My wife and I have a problem. We are dating impaired. I'm not even certain that we ever really knew how to date before we got married, and I think our dating skills have been deteriorating faster than the half-life of polonium-214. You should not interpret this to mean that my wife and I do not know how to connect. Oh, no. In fact, I believe my wife and I have an extraordinarily stable and supportive relationship. Indeed, our favorite past-time is just being together and we are greatly blessed to not only be a married couple, but to be best friends, too.
Our problem is that we simply don't know how to date. On the rare occasions we do decide to pay for a babysitter, we usually end up going to either a church function or to the temple. These are certainly worthwhile endeavors, but it means we don't usually have the opportunity to simply be alone, together, in a "courting" environment. When we don't do either of these things, it is often because we have identified the one of perhaps two movies that we actually are willing to spend money on to see in the theater in that given year. Going to movies certainly counts as a "dating" experience, but one can't honestly say that it is one where real "courting" actually happens, as few words are exchanged. Even worse, sometimes our "dates" consist of shopping or running other errands.
These kinds of "dates" are pretty much all we have been doing for a very long time. We do have the occasional exception, but they are few and far between.
The odd part about this whole thing is that it began so innocently. We met, dated, courted, and married in 5 months while we were college students. During this process, we were both buried in school work up to our chins and had no money.
Our dating ritual at that time pretty much consisted of spending nearly every waking, non-class time together doing whatever we each had to do. This included her coming to where I worked as a consultant in a computer lab and spending time with me there. She would even stay with me and fall asleep on a nearby spot of carpet when I was up particularly late working on a project. Oftentimes, we would spend our evenings studying next to each other (our courses of study were very different).
On rare occasions, we would go to the dollar movie to see some lame movie, or rent a video to watch. I don't recall if we went to any dances aside from the homecoming dance, though I'm sure we must have. Even so, our dating experiences were pretty thin on the ground, and not varied. We were busy, we were very broke, but we were happy. It was a good time.

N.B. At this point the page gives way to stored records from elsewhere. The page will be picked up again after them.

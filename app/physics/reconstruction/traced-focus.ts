import type { TracedFocusResult } from '#app/physics/model/focus.ts';
import type { Assumption } from '#app/physics/model/stated.ts';
import { slopeErrors } from '#app/physics/optics/optic-defaults.data.ts';
import type { Beam } from '#app/physics/optics/closed-form/beam.ts';
import { concentrationAlongAxis, dangerZone, type ZonePoint } from '#app/physics/optics/trace/danger-zone.ts';
import { backTracedDiscAt, discAt, hotDiscIn } from '#app/physics/optics/trace/measure.ts';
import { traceBundle, type TracedOptic } from '#app/physics/optics/trace/trace-bundle.ts';
import { measureFocus } from '#app/physics/optics/trace/trace-focus.ts';
import type { DiscName, TraceRequest, TraceResult } from '#app/physics/optics/trace/trace-model.ts';
import { newWorkspace } from '#app/physics/optics/trace/workspace.ts';
import { halfAngleRad } from '#app/physics/sun/sun-disc.ts';
import type { SpotMotion } from '#app/physics/trail.ts';
import { roundSignificant } from '#app/physics/units.ts';
import { dot, lengthOf, subtract } from '#app/physics/vector.ts';
import type { Setting } from './setting.ts';
import { markDiscM, type JudgedMinute } from './window.ts';

const defaultRays = 100_000;
const mapCells = 33;

/** Suns at which the contour is measured, evenly spaced in the logarithm; widths between are interpolated. */
const contourSuns = Array.from({ length: 33 }, (_unused, k) => 0.5 * 10 ** (k / 8));

/** Distances along the beam at which the trace is cut, over the sharpest distance. */
export const cutShares = [0.2, 0.35, 0.5, 0.6, 0.7, 0.8, 0.85, 0.9, 0.95, 1, 1.05, 1.1, 1.2, 1.35, 1.5, 1.75, 2, 2.5] as const;

/** Ray trace at the best minute. */
export interface TracedFocus {
  readonly request: TraceRequest;
  readonly traced: TracedOptic;
  readonly result: TraceResult;
  /** Hot-spot concentration of the 5 mm disc along the beam. */
  readonly along: readonly ZonePoint[];
  /** Traced over closed-form concentration on 5 mm at a distance: at the mark where light falls on it, else on the hot spot. */
  readonly calibration: (distanceM: number) => number;
  readonly concentration: (disc: DiscName, centre: 'hot spot' | 'mark') => number | null;
  /** Length of the contour along the trail above a number of suns. [m] */
  readonly contourWidthM: (suns: number) => number;
  readonly dangerZone: (suns: number) => { readonly nearM: number; readonly farM: number } | null;
  /** Change of the logarithm of the hot spot's 5 mm flux for one sigma of the class's slope error. */
  readonly lnPerSlopeSigma: number;
}

function requestFor(minute: JudgedMinute, beam: Beam, motion: SpotMotion | null, setting: Setting): TraceRequest | null {
  const { input, mark } = setting;
  if (input.optic === undefined) return null;
  const common = {
    // The same class value as the closed form's, so that both answers are about one optic.
    optic: { ...input.optic, slopeErrorMrad: input.optic.slopeErrorMrad ?? slopeErrors[input.optic.kind].slopeErrorMrad },
    circumsolarRatio: input.sky.circumsolarRatio ?? 0,
    sunDirection: minute.sun.towardsSun,
    sunHalfAngleRad: halfAngleRad(minute.sun.distanceAu),
    rays: input.rays ?? defaultRays,
    seed: input.seed,
    gridCells: mapCells,
    occluders: setting.occluders,
  };
  if (mark === null) return { ...common, receiver: { kind: 'best plane' } };
  if (dot(beam.direction, mark.normal) > -0.05) return null;
  return {
    ...common,
    receiver: { kind: 'plane', origin: mark.surveyed, normal: mark.normal },
    mark: mark.surveyed,
    thresholdsSuns: contourSuns,
    ...(motion === null || motion.speedMPerS === 0 ? {} : { trailDirection: motion.velocity }),
  };
}

/** Contour width by interpolation in the logarithm of the threshold. */
function widthReader(result: TraceResult): (suns: number) => number {
  const rows = [...result.contourWidths].sort((a, b) => a.thresholdSuns - b.thresholdSuns);
  return (suns) => {
    const above = rows.findIndex((row) => row.thresholdSuns >= suns);
    const high = rows[above === -1 ? rows.length - 1 : above];
    const low = rows[above <= 0 ? 0 : above - 1];
    if (high === undefined || low === undefined || above === -1) return 0;
    if (high === low) return high.widthM;
    const share = Math.log(suns / low.thresholdSuns) / Math.log(high.thresholdSuns / low.thresholdSuns);
    return low.widthM + share * (high.widthM - low.widthM);
  };
}

/** The closed forms miss by less than this; a greater ratio means a plane in which one of the two sees no light. */
const greatestCalibration = 4;

/** Ratio kept between the limits that a plausible comparison allows. */
function heldRatio(traced: number, closed: number): number {
  return Math.min(greatestCalibration, Math.max(1 / greatestCalibration, traced / closed));
}

/** Traced over closed-form concentration on the disc centred on the mark; null where the closed form sees no light. */
function ratioAtMark(minute: JudgedMinute, beam: Beam, result: TraceResult, setting: Setting): number | null {
  const { mark } = setting;
  const { miss } = minute;
  const traced = result.discs.find((row) => row.disc === '5 mm' && row.centre === 'mark');
  if (mark === null || miss === null || traced === undefined || traced.concentration <= 3 * traced.stdError) return null;
  const closed = -dot(beam.direction, mark.normal) * beam.concentration(miss.alongM, miss.offsetM, markDiscM);
  return closed > 0 ? heldRatio(traced.concentration, closed) : null;
}

function calibrationReader(along: readonly ZonePoint[], beam: Beam): (distanceM: number) => number {
  const ratios = along.flatMap(({ distanceM, concentration }) => {
    const closed = beam.concentration(distanceM, 0, markDiscM);
    if (closed <= 0 || concentration <= 0) return [];
    return [{ distanceM, ratio: heldRatio(concentration, closed) }];
  });
  return (distanceM) => {
    const after = ratios.findIndex((row) => row.distanceM >= distanceM);
    const high = ratios[after === -1 ? ratios.length - 1 : after];
    const low = ratios[after <= 0 ? 0 : after - 1];
    if (high === undefined || low === undefined) return 1;
    if (high === low || after === -1) return high.ratio;
    const share = (distanceM - low.distanceM) / (high.distanceM - low.distanceM);
    return low.ratio + share * (high.ratio - low.ratio);
  };
}

/**
 * Traces the optic at the best minute; null where the target turns its back or the optic is unknown.
 *
 * @throws PhysicsGuardError if energy or radiance is not kept: such a run is worthless.
 */
export function traceAt(minute: JudgedMinute, beam: Beam, motion: SpotMotion | null, setting: Setting): TracedFocus | null {
  const request = requestFor(minute, beam, motion, setting);
  if (request === null || setting.model === null) return null;
  const traced = traceBundle(request);
  const workspace = newWorkspace(traced.bundle.capacity);
  const result = measureFocus(request, traced, workspace);
  const shift = lengthOf(setting.model.startsAt) === 0 ? 0 : dot(subtract([0, 0, 0], setting.model.startsAt), beam.direction);
  const along = concentrationAlongAxis(traced, markDiscM, cutShares.map((share) => share * beam.focusM - shift), workspace).map((point) => ({
    ...point, distanceM: point.distanceM + shift,
  }));
  const alongBeam = calibrationReader(along, beam);
  const atMark = ratioAtMark(minute, beam, result, setting);
  const anchorM = minute.miss?.alongM ?? beam.focusM;
  return {
    request, traced, result, along,
    calibration: atMark === null ? alongBeam : (distanceM) => (atMark * alongBeam(distanceM)) / alongBeam(anchorM),
    concentration: (disc, centre) => result.discs.find((row) => row.disc === disc && row.centre === centre)?.concentration ?? null,
    contourWidthM: widthReader(result),
    dangerZone: (suns) => dangerZone(along, suns),
    lnPerSlopeSigma: setting.input.optic?.slopeErrorMrad === undefined ? lnPerSlopeSigma(request, result) : 0,
  };
}

/** Rays of the side traces: of a rougher surface, and of single minutes. */
const sideRays = 16_384;
const minuteRays = 4096;
/** A minute whose light is known no better than this, relative, is left to the closed form. */
const worstMinuteError = 0.2;

/** By how much a rougher surface changes the hot spot; the class's range is taken as two sigmas either way. */
function lnPerSlopeSigma(request: TraceRequest, result: TraceResult): number {
  const { slopeErrorMrad, rangeMrad: [low, high] } = slopeErrors[request.optic.kind];
  const hot = result.discs.find((row) => row.disc === '5 mm' && row.centre === 'hot spot');
  if (slopeErrorMrad <= 0 || low <= 0 || hot === undefined || hot.concentration <= 0) return 0;
  const rougher: TraceRequest = { ...request, optic: { ...request.optic, slopeErrorMrad: slopeErrorMrad * (high / low) ** 0.25 }, rays: Math.min(sideRays, request.rays ?? sideRays) };
  const { concentration } = hotDiscIn(traceBundle(rougher), result.receiver, markDiscM);
  return concentration > 0 ? Math.log(concentration / hot.concentration) : 0;
}

/**
 * Concentration on the mark's disc at one minute, traced with the openings and bars of that minute; null where the
 * target turns its back, or too few rays fall on the mark.
 */
export function tracedSunsOnMark(minute: JudgedMinute, setting: Setting): number | null {
  const request = minute.beam === null ? null : requestFor(minute, minute.beam, null, setting);
  if (request === null || request.receiver.kind === 'best plane') return null;
  const traced = traceBundle({ ...request, rays: Math.min(minuteRays, request.rays ?? minuteRays) });
  const { origin, normal } = request.receiver;
  const forward = discAt(traced, request.receiver, origin, markDiscM);
  const back = forward.stdError < 0.05 * forward.concentration ? null : backTracedDiscAt(traced, { origin, normal }, origin, markDiscM, minuteRays / 2, request.seed);
  const better = back !== null && back.stdError < forward.stdError ? back : forward;
  return better.stdError <= worstMinuteError * better.concentration ? better.concentration : null;
}

/** The trace's own figures for the result. @param closedForm Concentration of the closed form on the 5 mm hot spot. */
export function tracedResult({ result }: TracedFocus, closedForm: number): TracedFocusResult {
  const hot = result.discs.find((row) => row.disc === '5 mm' && row.centre === 'hot spot');
  const back = result.backTraced;
  const forward = back === null ? undefined : result.discs.find((row) => row.disc === '5 mm' && row.centre === back.centre);
  const grid = result.fluxGrid;
  return {
    rays: result.rays,
    blockedFraction: roundSignificant(result.blockedFraction, 3),
    transmittedFraction: roundSignificant(result.transmittedFraction, 3),
    r50Mm: roundSignificant(result.r50M * 1000, 3),
    r80Mm: roundSignificant(result.r80M * 1000, 3),
    hotSpotOffsetMm: hot === undefined || hot.offsetFromMarkM === null ? null : roundSignificant(hot.offsetFromMarkM * 1000, 3),
    stdError: roundSignificant(hot?.stdError ?? 0, 2),
    closedForm: roundSignificant(closedForm, 3),
    backTraced: back === null || forward === undefined ? null : {
      centre: back.centre,
      concentration: roundSignificant(back.concentration, 3),
      stdError: roundSignificant(back.stdError, 2),
      forward: roundSignificant(forward.concentration, 3),
      agrees: Math.abs(back.concentration - forward.concentration) <= 3 * Math.hypot(back.stdError, forward.stdError) + 0.02 * forward.concentration,
    },
    bestPlanes: result.bestPlanes.map((plane) => ({
      disc: plane.disc, distanceM: roundSignificant(plane.distanceM, 4), concentration: roundSignificant(plane.concentration, 3),
    })),
    map: grid === null ? null : { cells: grid.cells, sizeMm: roundSignificant(grid.sizeM * 1000, 3), suns: grid.concentration.map((value) => roundSignificant(value, 3)) },
  };
}

/** Assumptions that the tracer made for itself, in the form of the result. */
export function tracerAssumptions({ result }: TracedFocus): readonly Assumption[] {
  return result.assumptions.map(({ field, value, source, verified }) => ({ field: `trace.${field}`, value, source: { text: source, verified } }));
}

Naturally, after we got married, we got down to the business of becoming adults. We finished school (still broke), and ultimately moved to California where we started our family and began saving for a house. We learned to be frugal and when kids came along, going on a date became an even more expensive outing ($20 for a movie, $15 to $30 for dinner, at least $20 for a babysitter ... it adds up!). To this day, though our finances are somewhat better, we still have a hard time spending that kind of cash to go to a movie that we could simply wait six months to get from the Redbox (love it).
Thus, our dating impairment has several root causes, in order: 1) we are frugal, 2) we are very busy with family and church life, and 3) we are uncreative.
Much to our surprise, however, my wife and I did actually go on a real, honest-to-goodness date last weekend. (Never mind that we had to schedule it a month in advance ... see cause #2) We got a babysitter, took a coupon (to alleviate cause #1) to the nearby Marie Callendar's restaurant, and then went to a place called "Fin's Glow Zone" (which addressed cause #3). It's a silly place with indoor miniature golf that is decorated with an underwater theme, prominently lit by black lights.
We had a great time. Truth be told, I enjoy being with my wife doing pretty much anything, which explains why we sometimes just go shopping together. (Can you believe we pay a babysitter to watch the kids just so we can go shopping?! Lame, I know, but it sometimes works for us.)
There, though, we acted silly and enjoyed the experience. The place was empty (on a Friday night? we don't expect the establishment to stay open too long ...), so we were not self-conscious about being dorky (not really a stretch for us ...). The golf wasn't all that spectacular, but it was a fun environment and we had a great time taking silly pictures. I lost (honestly) to my wife, which always makes her happy, which makes me happy. She taught me a few tricks about how to hold a golf club, and, truly, they helped. The whole being silly thing was really weird for me; I'm not really sure when I became a grown-up, but the experience felt a little awkward for me because my kids weren't around to be my excuse for being goofy.
So, some evidence. I had my cellphone with me, so I tried to take some pictures. They're nearly all fuzzy, but what can you do? Here's a picture of my wife being silly with a treasure chest behind her.
Here's one of her trying to look all sober and pirate-y with a pirate helping her steer the ship.
And here's one with me getting eaten by a shark.
And here's one with me standing beside Triton with my mermaid groupie behind me. (We didn't realize she was there when my wife took the picture.)
Anyway, it was a good time, but I definitely think that she and I need to do stuff like this more often because we are clearly out of the habit. We'll happily take suggestions ... got any?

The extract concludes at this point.